When I first came to the Rowe Lab I was interested in how the structure and function of K+ channels contributed to the grasshopper mouse’s decreased sensitivity to toxin-induced pain. As I continued reading about these channels I found that K+ channels (the main pore region of which is called the alpha subunit) assemble with various auxiliary subunits. Beta subunits (a type of auxiliary unit) are cytoplasmic proteins that help regulate the channel’s electrical activity (3). Beta subunits are also the targets of certain scorpion toxins. At the Rowe Lab, I am studying whether K+ channel beta subunits contribute to the grasshopper mouse’s resistance to scorpion toxins.
To investigate this question I sequenced two genes that encode K+ channel beta subunits from O. arenicola. I also cloned these genes so that we may coexpress K+ channel alpha and beta subunits in a heterologous system, and record the electrical activity of this channel complex. I found structural variation, when compared to house mouse orthologs, in both beta subunits I am studying. Currently, we are testing whether these structural changes have functional consequences for the K+ channel that contribute to grasshopper mouse venom resistance.
I have had a great first experience with research at the Rowe Lab. All of our lab members have been important mentors to me and have taught me so much. My lab helped me transition from a high school setting to a professional one (their patience, god bless) where I could learn skills that will be helpful in any area of work. I have learned that problem solving really is as big of a deal as they make of it on college websites and to never be ashamed to ask for help. I have learned that you really do regret what you do not write down, that white boards are the most important piece of equipment, and that I can really freak my grad students out by talking about my birth year.

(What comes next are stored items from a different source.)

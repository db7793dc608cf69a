const MINUS = "\u2212";

/**
 * Returns how many decimals show an error with one significant digit, two when it begins with 1; 0 for errors above
 * that, and 2 for an error that is not positive.
 */
export function decimalsFor(error: number): number {
  if (!(error > 0) || !Number.isFinite(error)) return 2;
  return Math.min(20, Math.max(0, -lastDigitOf(error)));
}

/** Returns the power of ten of the last digit that shows a positive error with one significant digit, two when it begins with 1. */
export function lastDigitOf(error: number): number {
  const rounded = Number(error.toPrecision(2));
  const exponent = Math.floor(Math.log10(rounded) + 1e-12);
  return Math.round(rounded / 10 ** (exponent - 1)) < 20 ? exponent - 1 : exponent;
}

/** Returns a number with the given decimals and a typeset minus sign. */
export function fixed(value: number, decimals: number): string {
  return value.toFixed(decimals).replace("-", MINUS);
}

/** Returns value and standard error in the trade's short form, 1.42(5). */
export function shortForm(value: number, error: number): string {
  const decimals = decimalsFor(error);
  return `${fixed(value, decimals)}(${Math.round(error * 10 ** decimals)})`;
}
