import type { FrontPoints } from "@/lib/science/front/front-points";
import { chosenPoints, LEAST_POINTS, whyNoFit } from "@/lib/science/front/front-points";
import type { Parameter } from "@/lib/science/front/front-result";
import { powerLawFrontOf } from "@/lib/science/front/power-law-front";
import type { TraceSet } from "@/lib/science/front/trace-set";

/** At most so many samples are averaged at the end of the window and at three quarters of it. */
const MOST_SAMPLES = 3;
const SAMPLES_PER_AVERAGE = 8;
const EARLIER_PLACE = 0.75;
/** A rise counts when it is both significant and large enough to move the level. */
const CLEAR_RISE = 2;
const NOTABLE_SHARE = 0.05;

/** What the window's end leaves open about a front. */
export interface WindowEvidence {
  /** Fitted points, and those among them whose trace no longer rises where the window ends. */
  points: number;
  inside: number;
  /** γ over the points inside alone; null when they are all points, or too few for a fit. */
  gammaInside: Parameter | null;
}

/**
 * Tells whether a trace is still rising where the window ends: the average of its last samples exceeds that at three quarters of the
 * window by more than two standard errors of the difference and more than a twentieth of the maximum. The maximum, and with it the level, are
 * then too low, and the crossing is read too early. Common practice, no source; what it does to false verdicts: docs/validation.md.
 */
export function isStillRising(traces: TraceSet, trace: number, peakTimeIndex: number): boolean {
  const times = traces.times_us.length;
  const samples = Math.min(MOST_SAMPLES, Math.floor(times / SAMPLES_PER_AVERAGE));
  if (samples === 0 || peakTimeIndex < 0) return false;
  const maximum = traces.value[trace * times + peakTimeIndex];
  const late = averageOf(traces, trace, times - samples, samples);
  const early = averageOf(traces, trace, Math.round(EARLIER_PLACE * (times - 1)) - Math.floor(samples / 2), samples);
  const rise = Math.sign(maximum) * (late.mean - early.mean);
  return rise > CLEAR_RISE * Math.hypot(late.error, early.error) && rise > NOTABLE_SHARE * Math.abs(maximum);
}

function averageOf({ times_us, value, error }: TraceSet, trace: number, first: number, samples: number) {
  let mean = 0;
  let variance = 0;
  for (let k = first; k < first + samples; k++) {
    const at = trace * times_us.length + k;
    mean += value[at] / samples;
    variance += (error[at] / samples) ** 2;
  }
  return { mean, error: Math.sqrt(variance) };
}

/** Returns the evidence of a fitted front; `isInside` is `[trace]`, `tau` `[trace][replicate]`, µs. */
export function windowEvidence(
  fitted: FrontPoints,
  isInside: readonly boolean[],
  tau: Float64Array,
  replicateCount: number,
  fittedIn: "log-time" | "time",
): WindowEvidence {
  const chosen = Array.from(fitted.trace.keys()).filter((p) => isInside[fitted.trace[p]]);
  const points = fitted.trace.length;
  const inner = chosenPoints(fitted, chosen);
  const canFit = chosen.length >= LEAST_POINTS && chosen.length < points && whyNoFit(inner.distance) === null;
  const fit = canFit ? powerLawFrontOf(inner, tau, replicateCount, fittedIn) : null;
  return { points, inside: chosen.length, gammaInside: fit === null || "reason" in fit ? null : fit.front.gamma };
}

As previously stated beta subunits are small (the gene is around 2,000 base pairs long) when compared to alpha subunits (the gene is ~8,000 base pairs long). They are also quite new to molecular biology, as they were discovered in 1992. I suppose I am analogous to a beta subunit in that we are both relatively small and new to science.
- Rowe, A.H. & Rowe, M.P., 2008. Physiological resistance of grasshopper mice (Onychomys spp.) to Arizona bark scorpion (Centruroides exilicauda) venom. T oxicon, 52(5), pp.597–605.
- Rowe, A.H. et al., 2013. Voltage-gated sodium channel in grasshopper mice defends against bark scorpion toxin. Science, 342(6157), pp.441–446.
- Pongs, O. & Schwarz, J.R., 2010. Ancillary Subunits Associated With Voltage–Dependent K+ Channels. P hysiological Reviews, 90, pp.755–764.